§ **Dataset records**
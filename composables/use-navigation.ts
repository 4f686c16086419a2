import type { ComputedRef } from 'vue'
import { computed } from 'vue'
import type { Action } from '#shared/domain/access/permissions'
import { roleMay } from '#shared/domain/access/permissions'
import type { Role } from '#shared/domain/access/roles'
import type { MeView } from '#shared/types/views'
import { useSessionStore } from '~/stores/session'

export interface NavigationEntry { to: string, label: string, count: number | null, current: boolean }

interface Place { to: string, label: string, action: Action, count?: keyof MeView['counts'], only?: readonly Role[] }

/** The navigation, in order; who sees an entry follows from the permission table. */
const places: readonly Place[] = [
  { to: '/review', label: 'Review', action: 'review.list', count: 'review' },
  { to: '/preparation', label: 'Preparation', action: 'preparation.list', count: 'preparation' },
  { to: '/requests', label: 'Requests', action: 'request.list', count: 'requests' },
  { to: '/requests/new', label: 'New request', action: 'request.create' },
  { to: '/settings/users', label: 'Users', action: 'user.list' },
  { to: '/settings/practices', label: 'Practices', action: 'practice.list' },
  { to: '/settings/connections', label: 'Connections', action: 'connection.read' },
  { to: '/audit', label: 'Audit trail', action: 'audit.read' },
  { to: '/guidance', label: 'Guidance', action: 'guidance.read' },
  // Everybody may read it; it is daily reading only for those who answer for it.
  { to: '/settings/policy', label: 'Policy', action: 'policy.read', only: ['radiologist', 'administrator'] },
]

/** Entries one role sees, with the one that holds `path` marked: the longest address that begins it. */
export function navigationFor(me: Pick<MeView, 'actor' | 'counts'>, path: string): NavigationEntry[] {
  const seen = places.filter(place => roleMay(me.actor.role, place.action) && (place.only?.includes(me.actor.role) ?? true))
  const holding = seen
    .filter(place => path === place.to || path.startsWith(`${place.to}/`))
    .sort((a, b) => b.to.length - a.to.length)[0]
  return seen.map(place => ({
    to: place.to,
    label: place.label,
    // Only orderers work from the list of requests; to others its count would say nothing to do.
    count: place.count === undefined || (place.count === 'requests' && me.actor.role !== 'orderer') ? null : me.counts[place.count],
    current: place === holding,
  }))
}

export function useNavigation(): ComputedRef<NavigationEntry[]> {
  const session = useSessionStore()
  const route = useRoute()
  return computed(() => (session.me ? navigationFor(session.me, route.path) : []))
}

§ **What you have to do**
Tally the lines of the data that include the word "domain". Reply with the number only.

§ **Result of the exercise**
3